Click the Original, Code and Reconstruction tabs to read about the issues and how they were fixed.

Original


Source: https://howmuch.net/articles/insurance-companies-ranking-by-direct-premiums-written-in-the-US.


Objective

This visualization is primarily covering U.S. insurance market with objective to compare various insurance sector across their top 10 companies and to analyze if ranking is based on direct premiums written.

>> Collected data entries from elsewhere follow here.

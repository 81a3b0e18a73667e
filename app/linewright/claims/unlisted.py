"""The null: features no catalogue line makes, their density and their strengths."""

from __future__ import annotations

from dataclasses import dataclass

import numpy as np

PRIOR_SHARE = 0.08  # unlisted share of features before anything is learned
PRIOR_WEIGHT = 6.0  # features that prior is worth
WIDER_NULL = 8.0  # factor on that prior when absence is no evidence (see the study)
STRENGTH_BINS = np.arange(-6.0, 10.01, 0.25)


@dataclass(frozen=True, eq=False)
class Null:
    """density: unlisted features per Angstrom by sign index (0 absorption, 1 emission);
    strengths: probability density over STRENGTH_BINS, by sign index."""

    density: np.ndarray
    strengths: np.ndarray

    def at(self, sign, strength):
        """(density, density of the measured strength; 1 where it is unknown)."""
        which = (np.asarray(sign) < 0).astype(int)
        known = np.isfinite(strength)
        index = np.digitize(np.where(known, strength, 0.0), STRENGTH_BINS) - 1
        index = np.clip(index, 0, self.strengths.shape[1] - 1)
        return self.density[which], np.where(known, self.strengths[which, index], 1.0)


def learn_null(features, unlisted, length: float, complete: bool) -> Null:
    """Density and strengths of the unlisted from P(unlisted) per feature.

    length: searched Angstrom.
    """
    density, strengths = np.zeros(2), np.zeros((2, len(STRENGTH_BINS) - 1))
    for which, sign in enumerate((1, -1)):
        here = features.sign == sign
        share = PRIOR_SHARE * (1.0 if complete else WIDER_NULL)
        weight = PRIOR_WEIGHT if complete else max(PRIOR_WEIGHT, 0.5 * float(np.sum(here)))
        count = np.sum(unlisted[here])
        total = max(float(np.sum(here)), 1.0)
        rate = (count + weight * share) / (total + weight)
        density[which] = rate * total / max(length, 1.0)
        strengths[which] = _strength_density(features.strength[here], unlisted[here])
    return Null(density, strengths)


def _strength_density(strength, unlisted):
    """Smoothed histogram of the unlisted, leaning on all features while those are few."""
    known = np.isfinite(strength)
    step = STRENGTH_BINS[1] - STRENGTH_BINS[0]
    flat = np.full(len(STRENGTH_BINS) - 1, 0.02)
    if not np.any(known):
        return flat / (np.sum(flat) * step)
    everything = np.histogram(strength[known], STRENGTH_BINS)[0].astype(float)
    everything *= 10.0 / np.sum(everything)
    chosen = np.histogram(strength[known], STRENGTH_BINS, weights=unlisted[known])[0]
    mass = np.convolve(chosen + everything, [0.25, 0.5, 0.25], mode="same") + flat
    return mass / (np.sum(mass) * step)
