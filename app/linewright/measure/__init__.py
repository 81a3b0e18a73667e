"""Noise, pseudo-continuum, features and their profiles; each name is imported when used."""

from importlib import import_module

_PLACES = {
    "again": ("Differences", "differences", "measure_again"),
    "anchors": ("Anchors", "add_anchor", "anchors_of", "move_anchor", "refit", "remove_anchor"),
    "by_hand": ("fit_profile", "measure_at"),
    "core": ("measure_spectrum",),
    "features": ("FeatureTable",),
    "features_from": ("features_from_columns",),
    "limits": (
        "EquivalentWidth", "equivalent_width", "rest_width", "upper_limit", "upper_limits",
    ),
    "options": ("Measurement", "MeasureOptions"),
    "region": ("RegionFit", "choose_region", "fit_region"),
}
_WHERE = {name: place for place, names in _PLACES.items() for name in names}

__all__ = sorted(_WHERE)


def __getattr__(name: str):
    if name not in _WHERE:
        raise AttributeError(f"module {__name__!r} has no attribute {name!r}")
    value = getattr(import_module(f".{_WHERE[name]}", __name__), name)
    globals()[name] = value
    return value


def __dir__():
    return sorted({*globals(), *__all__})
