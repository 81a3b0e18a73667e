"""How far predicted strengths are off: what decides which line of a blend is its main one.

A line's predicted strength errs by its log gf, by its species' offset, and by what the model
atmosphere leaves out. The last is read off the spectrum. Where depths are measured, it is
their scatter about the learned relation. Where there are positions only, it is how gently the
learned detection curve rises: a sharp limit blurred by the errors of the strengths.
"""

from __future__ import annotations

import numpy as np

from .curves import CENTRES, SLOPE
from .entries import PROBIT

UNKNOWN_ERROR = 0.5  # dex, of a log gf without one
LEAST, MOST = 0.15, 0.8  # dex: one layer in LTE is no better; beyond, strengths say nothing
FIRST_SPREAD = PROBIT / (SLOPE * np.log(10.0))  # of the detection curve's first form
UNSEEN = 0.5  # dex: most that an offset adds, that of a species of which nothing is seen
ENOUGH = 12  # measured pairs
WELL_MEASURED = 0.2  # dex of predicted strength
FARTHEST = 1.5  # dex: residuals beyond are other lines
QUARTILES = 1.349  # sigma between the quartiles of a normal curve


def strength_errors(problem, state):
    """Error (n,) of the entries' predicted strengths, dex."""
    offset = np.minimum(state.offset_errors[problem.entries.species], UNSEEN)
    return np.sqrt(state.spread**2 + loggf_errors(problem) ** 2 + offset**2)


def loggf_errors(problem):
    if problem.loggf_err is None:
        return np.full(len(problem.entries), UNKNOWN_ERROR)
    return problem.loggf_err


def learn_spread(problem, pairs, step, learned) -> float:
    """The error of strengths beyond that of log gf, dex.

    step: the round's marginals and groups (mixture); learned: (Block of the star's lines,
    its detection curve, its strength relation).
    """
    block, detection, relation = learned
    sure = step.marginals.pair > 0.5
    mine = block.graded[sure[block.graded]]
    slope = relation.slope(step.groups.total[pairs.entry[mine]])
    fit = np.sqrt(pairs.m_variance[mine]) < WELL_MEASURED * slope
    mine, slope = mine[fit], slope[fit]
    if len(mine) >= ENOUGH:
        expected = relation(step.groups.total[pairs.entry[mine]])
        off = np.clip((pairs.m[mine] - expected) / slope, -FARTHEST, FARTHEST)
        variance = off**2 - pairs.m_variance[mine] / slope**2
    else:
        mine = block.pairs[sure[block.pairs]]
        variance = np.full(len(mine), _rise(detection) ** 2)
    if len(mine) == 0:
        return FIRST_SPREAD
    variance = variance - loggf_errors(problem)[pairs.entry[mine]] ** 2
    weight = step.marginals.pair[mine]
    mean = float(np.sum(weight * variance) / np.sum(weight))
    return float(np.clip(np.sqrt(max(mean, 0.0)), LEAST, MOST))


def _rise(detection) -> float:
    """Sigma (dex) of the normal integral that rises as the detection curve does."""
    value = detection.value / detection.value[-1]
    low, high = np.interp([0.25, 0.75], value, CENTRES)
    return float(high - low) / QUARTILES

The visualization chosen had the following three main issues:

  • Issue 1 - Data integrity issue. As per title, visualization should have 7 different Insurance sector visualized however there were only 6 insurance sector visualized.
  • Issue 2 - X and Y axis is not clearly defined.
  • Issue 3 - A lot of information to scan through and understand the graph. 2 Legends to scan across 7 sector and their top 10 companies. This is causing lot of eye movement between the data and legend, that interrupt the interpretation process.

Reference

Code

The following code was used to fix the issues identified in the original.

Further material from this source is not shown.